LAKE BUENA VISTA, Fla. -- It’s not uncommon for veteran players to report to spring training and not know everybody’s name. But this Braves camp has been at the extreme end of the “Hello, My Name Is …” name-tag spectrum, for reasons of both overall numbers and the blur of newbies.
“I’m still trying to figure out everybody’s name,” Freddie Freeman said, as he sat by his locker, looking around.
Just then, a player walks by.
“I have no idea who that guy is.”
(I see no reason to crush the lad’s spirit by identifying him here.)
Forty-nine of the 70 players on the Braves’ camp roster when spring training began weren’t in their camp last year. Only 21 survived management’s winter flush. There was a point when Freeman, the organization’s surviving recognizable everyday star, had his name come up in trade rumors and wondered if would be back. It wasn’t until he received a phone call from general manager John Coppolella and gave Freeman assurances that he wouldn’t be traded — or at least as much as any general manager can give assurances because sometimes they lie (or “change plans”) — that Freeman could feel somewhat secure.
“Coppy called me and said, ‘Don’t listen to that. It’s not going to happen,’” he said.
This was in November. Freeman had just gotten home after sitting for 7 1/2 hours in a dentist’s chair while having veneers put on his teeth. (Why veneers? “I like coffee and red wine too much,” he said.)
“I was still kind of drugged up when I was talking to Coppy,” Freeman said. “My wife said, ‘You said everything perfect, but you sounded like you were drunk.

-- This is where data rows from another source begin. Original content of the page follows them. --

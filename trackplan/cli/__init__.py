"""The ``trackplan`` command line: a thin layer over the computation modules.

Each subcommand lives in its own module under this package and registers itself
on :data:`app` with :func:`trackplan.cli.common.command`. Command modules import
only light modules at top level; heavy libraries (matplotlib, pvlib, scipy,
pandas) are imported inside the command functions that need them, so that
``trackplan force`` and ``trackplan profiles`` start fast.
"""

from __future__ import annotations

import importlib
import sys

#: Command modules, in the order their commands appear in ``--help``; each module
#: registers the subcommand of the same name.
COMMAND_MODULES = [
    "profiles",
    "force",
    "railtemp",
    "stability",
    "destress",
    "target",
    "check",
    "screen",
    "risk",
    "register",
    "outlook",
    "demo",
]


def load_commands(names=None):
    """Import the command modules (all, or only ``names``) and return the typer app."""
    from trackplan.cli.common import app

    for name in names or COMMAND_MODULES:
        importlib.import_module(f"trackplan.cli.{name}")
    return app


def __getattr__(name: str):
    # ``from trackplan.cli import app`` (tests, embedding) gets the app with every command
    if name == "app":
        return load_commands()
    raise AttributeError(f"module {__name__!r} has no attribute {name!r}")


def main() -> None:
    """Console-script entry point.

    Only the module of the subcommand being run is imported, so that light commands
    (``force``, ``profiles``, ``destress``) do not pay for the imports of the others;
    ``trackplan --help`` (or no subcommand) loads them all to list them.
    """
    args = sys.argv[1:]
    if args == ["--version"]:  # no command module needed
        from trackplan import __version__

        print(f"trackplan {__version__}")
        return
    first = next((a for a in args if not a.startswith("-")), None)
    app = load_commands([first] if first in COMMAND_MODULES else None)
    app(prog_name="trackplan")
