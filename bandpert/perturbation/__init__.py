"""Model-independent perturbation theory for ``H(λ) = H0 + λ V`` with diagonal ``H0``.

Arrays only: nothing here knows about crystals. ``H0 = diag(e0)`` (real energies), ``V``
Hermitian, ``λ = 1`` the physical case, orders counted in ``λ``; energies come back in the unit
of ``e0`` and ``V``.

Modules
-------
rs
    Rayleigh–Schrödinger series of one level (any order) and batched over many spectra.
grouping
    Grouping of degenerate or strongly coupled levels.
lowdin
    Quasi-degenerate (Löwdin) effective Hamiltonians, closed forms and any order.
driver
    The batched driver :func:`perturbative_levels` with its error estimate.
radius
    Convergence radius of a perturbation series.
"""

from .common import DEFAULT_DEGENERACY_TOL
from .driver import (
    DEFAULT_MAX_SUBSPACE,
    TREATMENT_NAMES,
    TREATMENT_NONDEGENERATE,
    TREATMENT_SUBSPACE,
    PerturbedLevels,
    perturbative_levels,
    threshold_ladder,
)
from .grouping import DEFAULT_COUPLING_THRESHOLD, group_levels
from .lowdin import effective_hamiltonian_series, lowdin_effective_hamiltonian, subspace_levels
from .radius import convergence_radius, level_convergence_radius
from .rs import (
    RSSeries,
    energy_corrections,
    rs_energy_series,
    rs_series,
    rs_state_series,
    second_order_shifts,
)

__all__ = [
    "DEFAULT_COUPLING_THRESHOLD",
    "DEFAULT_DEGENERACY_TOL",
    "DEFAULT_MAX_SUBSPACE",
    "TREATMENT_NAMES",
    "TREATMENT_NONDEGENERATE",
    "TREATMENT_SUBSPACE",
    "PerturbedLevels",
    "RSSeries",
    "convergence_radius",
    "effective_hamiltonian_series",
    "energy_corrections",
    "group_levels",
    "level_convergence_radius",
    "lowdin_effective_hamiltonian",
    "perturbative_levels",
    "rs_energy_series",
    "rs_series",
    "rs_state_series",
    "second_order_shifts",
    "subspace_levels",
    "threshold_ladder",
]
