def lobpcg_lowest(apply_h: Callable[[np.ndarray], np.ndarray], start: np.ndarray,
                  kinetic_eV: np.ndarray, n_want: int, tol_eV: float = DEFAULT_TOL_EV,
                  max_iterations: int = MAX_ITERATIONS, block: int | None = None
                  ) -> tuple[np.ndarray, np.ndarray, int, float]:
    """Lowest eigenpairs of a Hermitian operator by preconditioned LOBPCG (module docstring).

    Parameters
    ----------
    apply_h : callable
        ``apply_h(x)`` = H x for an (n, m) block.
    start : numpy.ndarray
        (n, j) starting vectors (any scale; dependent ones are dropped, and random
        directions fill the block when fewer than ``block`` remain). With more columns than
        ``block`` the first Rayleigh–Ritz step picks the best ``block`` combinations of them
        and the other Ritz vectors become the first step's P block.
    kinetic_eV : numpy.ndarray
        (n,) the kinetic diagonal, for the preconditioner.
    n_want : int
        Leading vectors whose residuals decide convergence (the rest are buffer).
    tol_eV : float
        Largest residual norm accepted.
    max_iterations : int
    block : int, optional
        Vectors iterated (default: the columns of ``start``).

    Returns
    -------
    values : numpy.ndarray
        (block,) Ritz values, ascending.
    vectors : numpy.ndarray
        (n, block) orthonormal Ritz vectors.
    iterations : int
        Steps taken; ``max_iterations + 1`` when not converged.
    residual : float
        Largest residual norm of the wanted vectors at the end.
    """
    n = start.shape[0]
    m = start.shape[1] if block is None else block
    x = _orthonormalise(start)
    if x.shape[1] < m:  # fill a rank-deficient start with reproducible random directions
        extra = np.random.default_rng(0).standard_normal((n, m - x.shape[1]))
        x = _orthonormalise(np.hstack([x, _project_out(extra.astype(start.dtype), x)]))
    hx = apply_h(x)
    theta, c = scipy.linalg.eigh(_hermitian(x.conj().T @ hx), check_finite=False)
    x, hx = x @ c, hx @ c
    p = hp = None
    if x.shape[1] > m:
        p, hp = x[:, m:], hx[:, m:]
        x, hx, theta = x[:, :m], hx[:, :m], theta[:m]
    residual = np.inf
    for it in range(max_iterations + 1):
        r = hx - x * theta
        norms = np.linalg.norm(r, axis=0)
        residual = float(norms[:n_want].max())
        if residual <= tol_eV:
            return theta, x, it, residual
        if it == max_iterations:
            break
        active = norms > tol_eV
        w = teter_payne_allan(kinetic_eV, x[:, active], r[:, active])
        w = _orthonormalise(_project_out(w, x))
        hw = apply_h(w)
        blocks, images = [x, w], [hx, hw]
        if p is not None:
            for _ in range(2):  # projections repeated, carried over to the images H p
                a, b = x.conj().T @ p, w.conj().T @ p
                p, hp = p - x @ a - w @ b, hp - hx @ a - hw @ b
            gw, gu = scipy.linalg.eigh(p.conj().T @ p, check_finite=False)
            # an absolute threshold: H p is carried by linear combination, not recomputed, so
            # a direction of tiny norm would carry rounding of H's scale into the small problem
            keep = gw > P_DROP
            t = gu[:, keep] / np.sqrt(gw[keep])
            p, hp = p @ t, hp @ t
            if p.shape[1]:
                blocks.append(p)
                images.append(hp)
        s = np.hstack(blocks)
        hs = np.hstack(images)
        vals, vecs = scipy.linalg.eigh(_hermitian(s.conj().T @ hs), check_finite=False)
        c = vecs[:, :m]
        theta = vals[:m]
        x, hx = s @ c, hs @ c
        p, hp = s[:, m:] @ c[m:], hs[:, m:] @ c[m:]
        if p.shape[1] == 0:
            p = hp = None
    return theta, x, max_iterations + 1, residual
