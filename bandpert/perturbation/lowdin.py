"""Quasi-degenerate (Löwdin) perturbation theory: effective Hamiltonians of a subspace.

Closed forms to third order (:func:`lowdin_effective_hamiltonian`, :func:`subspace_levels`),
a recursion to any order (:func:`effective_hamiltonian_series`) and its batched core used by
the driver (:func:`_heff_batch`).

References
----------
.. [L51] P.-O. Löwdin, J. Chem. Phys. 19, 1396 (1951) (partitioning).
.. [W03] R. Winkler, *Spin-Orbit Coupling Effects in Two-Dimensional Electron and Hole Systems*,
   Springer (2003), App. B (quasi-degenerate perturbation theory; eq. B.15, numbering from
   memory).
.. [B58] C. Bloch, Nucl. Phys. 6, 329 (1958) (wave operator); J. des Cloizeaux, Nucl. Phys. 20,
   321 (1960) (Hermitian effective Hamiltonian); I. Lindgren and J. Morrison, *Atomic Many-Body
   Theory*, Springer (1982), ch. 9 (generalised Bloch equation). Citations from memory.
.. [SR80] I. Shavitt and L. T. Redmon, J. Chem. Phys. 73, 5711 (1980) (the des Cloizeaux and
   the canonical van Vleck effective Hamiltonians coincide; from memory, and checked
   numerically by the tests through third order).
"""

from __future__ import annotations

from collections.abc import Callable

import numpy as np
from numpy.typing import ArrayLike, NDArray

from .common import DEFAULT_DEGENERACY_TOL, FloatArray, _single

__all__ = [
    "effective_hamiltonian_series",
    "lowdin_effective_hamiltonian",
    "subspace_levels",
]


def _subspace_split(
    e: FloatArray, subspace: ArrayLike, tol: float
) -> tuple[NDArray[np.intp], NDArray[np.intp]]:
    a = np.asarray(subspace)
    if a.ndim != 1 or a.size == 0 or not np.issubdtype(a.dtype, np.integer):
        raise ValueError("subspace must be a non-empty 1-D array of level indices")
    if np.unique(a).size != a.size:
        raise ValueError("subspace indices must be distinct")
    n = e.size
    if a.min() < 0 or a.max() >= n:
        raise ValueError(f"subspace indices out of range for {n} levels")
    a = a.astype(np.intp)
    inside = np.zeros(n, dtype=bool)
    inside[a] = True
    b = np.flatnonzero(~inside)
    if b.size:
        gap = np.abs(e[a][:, None] - e[b][None, :])
        if np.any(gap <= tol):
            i, j = np.argwhere(gap <= tol)[0]
            raise ValueError(
                f"level {b[j]} is degenerate within {tol:g} with subspace member {a[i]}; "
                "the subspace must contain all levels degenerate with its members"
            )
    return a, b


def lowdin_effective_hamiltonian(
    e0: ArrayLike,
    v: ArrayLike,
    subspace: ArrayLike,
    lam: float = 1.0,
    order: int = 2,
    *,
    degeneracy_tol: float = DEFAULT_DEGENERACY_TOL,
) -> NDArray:
    r"""Hermitian effective Hamiltonian of a (quasi-)degenerate subspace, to a given order.

    With ``A`` the subspace (indices ``m, m', m''``) and ``B`` the rest (``l, l'``), and
    :math:`V` standing for :math:`\lambda V`, the terms are (Löwdin, J. Chem. Phys. 19, 1396
    (1951); Winkler, *Spin-Orbit Coupling Effects in 2D Electron and Hole Systems*, Springer
    2003, App. B, eq. B.15):

    .. math::

        H^{(0)}_{mm'} &= e_m \delta_{mm'}, \qquad H^{(1)}_{mm'} = V_{mm'}, \\
        H^{(2)}_{mm'} &= \tfrac12 \sum_l V_{ml}V_{lm'}
            \Big[\frac{1}{e_m - e_l} + \frac{1}{e_{m'} - e_l}\Big], \\
        H^{(3)}_{mm'} &= -\tfrac12 \sum_{l,m''}\Big[
            \frac{V_{ml}V_{lm''}V_{m''m'}}{(e_{m'} - e_l)(e_{m''} - e_l)}
          + \frac{V_{mm''}V_{m''l}V_{lm'}}{(e_m - e_l)(e_{m''} - e_l)}\Big] \\
          &\quad + \tfrac12 \sum_{l,l'} V_{ml}V_{ll'}V_{l'm'}\Big[
            \frac{1}{(e_m - e_l)(e_m - e_{l'})} + \frac{1}{(e_{m'} - e_l)(e_{m'} - e_{l'})}\Big].

    Each bracket is symmetrised so that :math:`H^{(p)}` is Hermitian. ``order=1`` is
    first-order degenerate theory, :math:`e_A + P V P`. Orders above 3 come from
    :func:`effective_hamiltonian_series` (which reproduces the closed forms above).

    Parameters
    ----------
    e0 : array_like, shape (n,)
        Unperturbed energies.
    v : array_like, shape (n, n)
        Hermitian perturbation.
    subspace : array_like of int, shape (g,)
        Indices of the subspace; every level degenerate with a member must be included.
    lam : float
        Coupling ``λ``.
    order : int
        Highest order kept (``>= 0``).
    degeneracy_tol : float
        Tolerance used to check that the subspace is separated from the rest.

    Returns
    -------
    ndarray, shape (g, g)
        :math:`\sum_{p \le order} H^{(p)}`, rows and columns in the order of ``subspace``.
    """
    if order < 0:
        raise ValueError("order must be >= 0")
    if order > 3:
        return effective_hamiltonian_series(
            e0, v, subspace, order, lam=lam, degeneracy_tol=degeneracy_tol
        ).sum(axis=0)
    e, vv = _single(e0, v, lam)
    a, b = _subspace_split(e, subspace, degeneracy_tol)
    ea = e[a]
    h = np.diag(ea).astype(np.result_type(vv.dtype, float))
    if order == 0:
        return h
    vaa = vv[np.ix_(a, a)]
    h = h + vaa
    if order == 1 or b.size == 0:
        return h
    w = vv[np.ix_(a, b)]  # V_AB
    dd = 1.0 / (ea[:, None] - e[b][None, :])  # D_ml = 1/(e_m - e_l)
    f = w * dd  # F_ml = V_ml / (e_m - e_l)
    h2 = 0.5 * (f @ w.conj().T + w @ f.conj().T)
    h = h + h2
    if order == 2:
        return h
    kk = f @ vv[np.ix_(b, b)]  # K_ml' = sum_l F_ml V_ll'
    t2 = ((vaa @ f) * dd) @ w.conj().T  # sum V_mm'' V_m''l V_lm' / ((e_m-e_l)(e_m''-e_l))
    t3 = (kk * dd) @ w.conj().T  # sum V_ml V_ll' V_l'm' / ((e_m-e_l)(e_m-e_l'))
    h3 = -0.5 * (t2 + t2.conj().T) + 0.5 * (t3 + t3.conj().T)
    return h + h3


def _heff_batch(
    eg: FloatArray,
    vv: NDArray,
    members: NDArray[np.intp],
    max_order: int,
    vx1t: NDArray | None = None,
) -> tuple[NDArray, FloatArray]:
    """Hermitian effective-Hamiltonian terms of many subspaces of equal size at once.

    ``eg`` (G, n) are the spectra, ``vv`` the shared (n, n) coupling or the (G, n, n) couplings
    of the G problems, ``members`` (G, g) the subspace indices. Generalised Bloch equation for
    the wave operator ``Ω = P + X`` (X maps A to B, intermediate normalisation), order by order,

        X^(p)_la (e_a - e_l) = δ_p1 V_la + (V_BB X^(p-1))_la - Σ_{j=1..p-1} (X^(j) H_B^(p-j))_la,
        H_B^(1) = V_AA,  H_B^(p) = V_AB X^(p-1)  (p >= 2),

    then made Hermitian with the metric S = 1 + X†X:  H = S^(1/2) H_B S^(-1/2) (des Cloizeaux),
    all as power series. X is stored transposed, (G, g, n), on all n levels (zero on A), so
    that V X is one GEMM over the whole batch. Returns the terms (max_order + 1, G, g, g) and,
    per subspace, the largest direct coupling ratio from a member to a level outside.
    ``vx1t`` optionally supplies (V X^(1))^T, shape (G, g, n), when already known.
    """
    n_g, n = eg.shape
    g = members.shape[1]
    ea = np.take_along_axis(eg, members, axis=1)
    in_a = np.zeros((n_g, n), dtype=bool)
    np.put_along_axis(in_a, members, True, axis=1)
    dtype = np.result_type(vv.dtype, float)
    complex_ = np.iscomplexobj(vv)
    if vv.ndim == 2:
        vab = vv[members]  # (G, g, n): V_am (a fresh copy)
    else:
        vab = np.take_along_axis(vv, members[:, :, None], axis=1)
    vaa = np.take_along_axis(vab, members[:, None, :], axis=2)
    # V_AB: zero the A columns in place (only G g² entries)
    np.put_along_axis(vab, np.broadcast_to(members[:, None, :], (n_g, g, g)), 0.0, axis=2)
    # 1/(e_a - e_l), 0 on the A columns: an infinite denominator there gives an exact 0
    dinv = np.divide(1.0, ea[:, :, None] - np.where(in_a, -np.inf, eg)[:, None, :])
    vab_t = np.swapaxes(vab, 1, 2)  # conj of V_BA

    def xt_times_vt(xt: NDArray) -> NDArray:  # (V X)^T for X^T = xt
        if vv.ndim == 2:
            return (xt.reshape(n_g * g, n) @ vv.T).reshape(n_g, g, n)
        return xt @ np.swapaxes(vv, 1, 2)

    hb = np.zeros((max_order + 1, n_g, g, g), dtype=dtype)
    hb[0] = ea[:, :, None] * np.eye(g)
    if max_order >= 1:
        hb[1] = vaa
    xt: list[NDArray] = [np.zeros((n_g, g, n), dtype=dtype)]
    ratio = np.zeros(n_g)
    for p in range(1, max_order):
        if p == 1:
            rhs = np.conj(vab) if complex_ else vab
        elif p == 2 and vx1t is not None:
            rhs = vx1t
        else:
            rhs = xt_times_vt(xt[p - 1])
        for j in range(1, p):
            rhs = rhs - np.swapaxes(hb[p - j], 1, 2) @ xt[j]
        xt.append(rhs * dinv)
        if p == 1:  # |V_la| / |e_a - e_l| over the levels outside: the entries of X^(1)
            ratio = np.abs(xt[1]).max(axis=(1, 2))
        hb[p + 1] = np.swapaxes(xt[p] @ vab_t, 1, 2)
    if max_order < 2:
        ratio = (np.abs(vab) * np.abs(dinv)).max(axis=(1, 2))
    if g == 1:
        return hb, ratio  # 1x1: the Bloch form is the Rayleigh–Schrödinger series
    eye = np.broadcast_to(np.eye(g, dtype=dtype), (n_g, g, g))

    def dagger(x: NDArray) -> NDArray:
        return np.conj(np.swapaxes(x, -1, -2))

    def paired(terms: Callable[[int], NDArray], p: int) -> NDArray:
        """Σ_{i=1..p-1} M_i with M_{p-i} = M_i†: the pairs once, plus the middle term."""
        acc = np.zeros((n_g, g, g), dtype=dtype)
        for i in range(1, (p + 1) // 2):
            m = terms(i)
            acc += m + dagger(m)
        if p % 2 == 0:
            acc += terms(p // 2)
        return acc

    # metric S^(p) = sum_{i+j=p; i,j>=1} X^(i)† X^(j)  (Hermitian: the (i, j), (j, i) pairs)
    s = np.zeros_like(hb)
    s[0] = eye
    for p in range(2, max_order + 1):
        s[p] = paired(lambda i, p=p: np.conj(xt[i]) @ np.swapaxes(xt[p - i], 1, 2), p)
    # T = S^(1/2): 2 T^(p) = S^(p) - sum_{j=1..p-1} T^(j) T^(p-j);  U = T^(-1)
    # (T^(0) = U^(0) = 1: products with them are copies)
    t = np.zeros_like(hb)
    u = np.zeros_like(hb)
    t[0] = eye
    u[0] = eye
    for p in range(1, max_order + 1):
        t[p] = 0.5 * (s[p] - paired(lambda j, p=p: t[j] @ t[p - j], p))
        acc = -t[p]
        for j in range(1, p):
            acc -= t[j] @ u[p - j]
        u[p] = acc
    th = np.zeros_like(hb)
    for p in range(max_order + 1):
        th[p] = hb[p]
        for i in range(1, p + 1):
            th[p] += t[i] @ hb[p - i]
    h = np.zeros_like(hb)
    for p in range(max_order + 1):
        h[p] = th[p]
        for i in range(p):
            h[p] += th[i] @ u[p - i]
    return 0.5 * (h + np.conj(np.swapaxes(h, 2, 3))), ratio


def effective_hamiltonian_series(
    e0: ArrayLike,
    v: ArrayLike,
    subspace: ArrayLike,
    max_order: int,
    *,
    lam: float = 1.0,
    degeneracy_tol: float = DEFAULT_DEGENERACY_TOL,
) -> NDArray:
    r"""Order-by-order Hermitian effective Hamiltonian of a subspace, to any order.

    The wave operator :math:`\Omega = P + X` (Bloch, Nucl. Phys. 6, 329 (1958)) obeys the
    generalised Bloch equation :math:`X H_0 - H_0 X = QVP + QVX - X(PVP + PVX)` (Lindgren &
    Morrison, *Atomic Many-Body Theory*, ch. 9), solved order by order,

    .. math::

        X^{(p)}_{la}(e_a - e_l) = \delta_{p1} V_{la} + (V_{BB} X^{(p-1)})_{la}
            - \sum_{j=1}^{p-1} (X^{(j)} H_{\rm B}^{(p-j)})_{la}, \qquad
        H_{\rm B}^{(p)} = V_{AB} X^{(p-1)},

    and the non-Hermitian Bloch Hamiltonian :math:`H_{\rm B}` is made Hermitian with the
    metric :math:`S = 1 + X^\dagger X`, :math:`H = S^{1/2} H_{\rm B} S^{-1/2}` (des Cloizeaux,
    Nucl. Phys. 20, 321 (1960)), expanded as power series. This Hermitian form equals the
    canonical (van Vleck / Schrieffer–Wolff) effective Hamiltonian of Winkler (2003), App. B
    (Shavitt & Redmon, J. Chem. Phys. 73, 5711 (1980)); the tests check orders 2 and 3 against
    the closed forms of :func:`lowdin_effective_hamiltonian`. For a single level the terms are
    the Rayleigh–Schrödinger energies. Each order costs ``g`` matrix-vector products with ``V``.

    Parameters
    ----------
    e0, v, subspace, lam, degeneracy_tol
        As in :func:`lowdin_effective_hamiltonian`.
    max_order : int
        Highest order.

    Returns
    -------
    ndarray, shape (max_order + 1, g, g)
        Hermitian terms ``H^(p)`` (already multiplied by ``λ^p``).
    """
    if max_order < 0:
        raise ValueError("max_order must be >= 0")
    e, vv = _single(e0, v, lam)
    a, _ = _subspace_split(e, subspace, degeneracy_tol)
    series, _ = _heff_batch(e[None, :], vv, a[None, :], max_order)
    return series[:, 0]


def subspace_levels(
    e0: ArrayLike,
    v: ArrayLike,
    subspace: ArrayLike,
    lam: float = 1.0,
    order: int = 2,
    *,
    degeneracy_tol: float = DEFAULT_DEGENERACY_TOL,
) -> FloatArray:
    r"""Perturbative energies of a subspace: eigenvalues of its effective Hamiltonian.

    :math:`E_i = \mathrm{eig}_i\big(\sum_{p \le order} H^{(p)}\big)` with :math:`H^{(p)}` from
    :func:`lowdin_effective_hamiltonian` (Löwdin 1951; Winkler 2003, App. B).

    Returns
    -------
    ndarray, shape (g,)
        Ascending eigenvalues.
    """
    h = lowdin_effective_hamiltonian(
        e0, v, subspace, lam, order, degeneracy_tol=degeneracy_tol
    )
    return np.linalg.eigvalsh(h)
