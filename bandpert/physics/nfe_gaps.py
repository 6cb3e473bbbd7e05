"""Gap openings at free-electron degeneracies: degenerate perturbation theory against exact levels.

In the empty lattice the levels at k are ħ²|k+G|²/2m0, one per reciprocal-lattice vector G.
Where several G give the same |k+G|² (at zone-boundary points, and where two free-electron
bands cross along a line) the crystal potential V mixes them and the degeneracy is lifted.
Degenerate perturbation theory predicts the splitting (Ashcroft & Mermin, *Solid State Physics*,
1976, ch. 9):

* first order: the eigenvalues of E0 + V_AA, the block of V(G − G') within the group A;
  for two plane waves this is E0 + V(0) ± |V(G − G')|, a gap of 2|V(G − G')|;
* second order: the eigenvalues of the Löwdin effective Hamiltonian of the group, which adds
  the coupling through every other plane wave (Löwdin, J. Chem. Phys. 19, 1396 (1951);
  :func:`bandpert.perturbation.lowdin_effective_hamiltonian`).

Beside them the exact levels from the diagonalisation of the full H(k). **Matching.** The
exact levels of a group are taken by sorted position: if the group's free-electron levels
occupy positions i … i+g−1 among all free-electron levels at k sorted by energy, its exact
levels are the exact eigenvalues i … i+g−1 of H(k). Where the potential pushes a level past a
neighbouring group this match picks the neighbour's level; ``exact_weight`` (the share of each
matched exact state on the group's plane waves) shows how good the match is.
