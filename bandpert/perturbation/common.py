"""Input checks shared by the perturbation modules (arrays only, no crystals).

The unperturbed Hamiltonian is ``H0 = diag(e0)`` (real energies) and ``V`` is Hermitian; the
physical case is ``λ = 1`` and orders are counted in ``λ``. Energies come back in the unit of
``e0`` and ``V`` (the callers use eV).
"""

from __future__ import annotations

from collections.abc import Callable

import numpy as np
from numpy.typing import ArrayLike, NDArray

#: Absolute tolerance (unit of ``e0``) below which two unperturbed energies count as equal.
DEFAULT_DEGENERACY_TOL: float = 1e-8

FloatArray = NDArray[np.float64]
Matvec = Callable[[NDArray], NDArray]


def _as_levels(e0: ArrayLike) -> FloatArray:
    e = np.asarray(e0, dtype=float)
    if e.ndim not in (1, 2) or e.shape[-1] == 0:
        raise ValueError(f"e0 must have shape (n,) or (n_k, n) with n >= 1, got {e.shape}")
    if not np.all(np.isfinite(e)):
        raise ValueError("e0 contains non-finite values")
    return e


def _as_coupling(v: ArrayLike, n: int, n_k: int | None, lam: float) -> NDArray:
    """Return ``lam * v`` as a float or complex array of shape (n, n) or (n_k, n, n)."""
    vv = np.asarray(v)
    if not (np.issubdtype(vv.dtype, np.floating) or np.issubdtype(vv.dtype, np.complexfloating)):
        vv = vv.astype(float)
    ok_shared = vv.shape == (n, n)
    ok_batched = n_k is not None and vv.shape == (n_k, n, n)
    if not (ok_shared or ok_batched):
        want = f"({n}, {n})" + (f" or ({n_k}, {n}, {n})" if n_k is not None else "")
        raise ValueError(f"v must have shape {want}, got {vv.shape}")
    if not np.all(np.isfinite(vv)):
        raise ValueError("v contains non-finite values")
    scale = float(np.max(np.abs(vv))) if vv.size else 0.0
    atol = 1e-10 * max(scale, 1e-300)
    if not np.allclose(vv, np.swapaxes(vv, -1, -2).conj(), rtol=0.0, atol=atol):
        raise ValueError("v must be Hermitian")
    return float(lam) * vv


def _check_tolerances(degeneracy_tol: float, coupling_threshold: float | None = None) -> None:
    if not degeneracy_tol >= 0.0:
        raise ValueError(f"degeneracy_tol must be >= 0, got {degeneracy_tol}")
    if coupling_threshold is not None and not coupling_threshold > 0.0:
        raise ValueError(f"coupling_threshold must be > 0, got {coupling_threshold}")


def _single(e0: ArrayLike, v: ArrayLike, lam: float) -> tuple[FloatArray, NDArray]:
    e = _as_levels(e0)
    if e.ndim != 1:
        raise ValueError("expected a single spectrum e0 of shape (n,)")
    return e, _as_coupling(v, e.size, None, lam)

So I immediately texted my agent and said, ‘I need you to call Coppy and tell him I wasn’t drunk on a Tuesday at 4 p.m.’”
Freeman is happy to still be here. He never asked to be traded. He said he never even thought about asking out. That doesn’t mean the past 18 months haven’t been difficult: seeing friends traded, watching a roster shredded during this makeover, struggling with a wrist injury, experiencing a 96-loss season and all of the fan and media lampooning that goes with that.
There’s no guarantee 2016 will be any better. The Braves’ minor-league system has been rebuilt, so in theory this is when an organization should begin to ascend and win more games. But prospects are just prospects, until they’ve proved they can play in the majors. As Freeman acknowledged, “A lot of things have to go right,” and, “Everybody is going to write us off again.”
But he believes in the plan, and he’s ignoring the dire projections of another 66-ish-win season.
“All we can do as players is go out there and play every day and make them eat their words,” he said.
So you’ll take the over on 66?
“I’m going to take the over.”
Will you put something on that?
“I’ll just take the over and we can do an article about, “‘Ha!’ An article that just says, “Ha ha.”
He says he’s not worried about protection in the lineup, believing Hector Olivera and Nick Markakis will provide sufficient threats. He said the once-painful right wrist, which received about 10 pain-killing injections for an injury that limited him to 118 games, feels great and he’s committed to the team’s slow-and-deliberate rehab program in program. Freeman knows he came back too soon after the injury, saying, “It was a grind the last month and a half of the season. It hurt so bad that even when I did come back I couldn’t take batting practice.”
Freeman is a two-time All-Star. The team gave him an eight-year, $135 million contract in 2014, a long-term commitment they wouldn’t make to his close friend, Jason Heyward. A lot is on his shoulders, both on the field and off. He needs to be healthy, productive and provide a level of stability if the Braves are going to have any semblance of an offense.
The team has hoped Freeman would become a team leader, but he acknowledged last year that leading team meetings and being vocal doesn’t come naturally to him. “I play the game hard, and hopefully that’s an example. I’ve never been the rah-rah guy,” he said.
But this is where he wants to be. “I hope to retire a Brave,” he said.
And at no point during the winter, even following the trade of Andrelton Simmons, did he wonder, “Can I stick this out?”
“No, that never crossed my mind,” he said. “When I came out of high school the Braves said I could hit. Everybody else wanted me to pitch. They thought highly of me to move me to a position (first base) and bring me along, and then they got me here in three years, which is pretty much unheard of unless you’re Jason Heyward. Every time I knocked on the door, they opened it and let me come through. Three years later they give me an eight-year deal. Why would I ever want to leave? They’ve given me everything I’ve ever hoped and dreamed of. Just because you trade some of my friends, it’s going to make me want to leave? I never once thought of leaving the Braves.”
At some point, the dust will settle around this team. Then we’ll learn if sticking it out was worth it.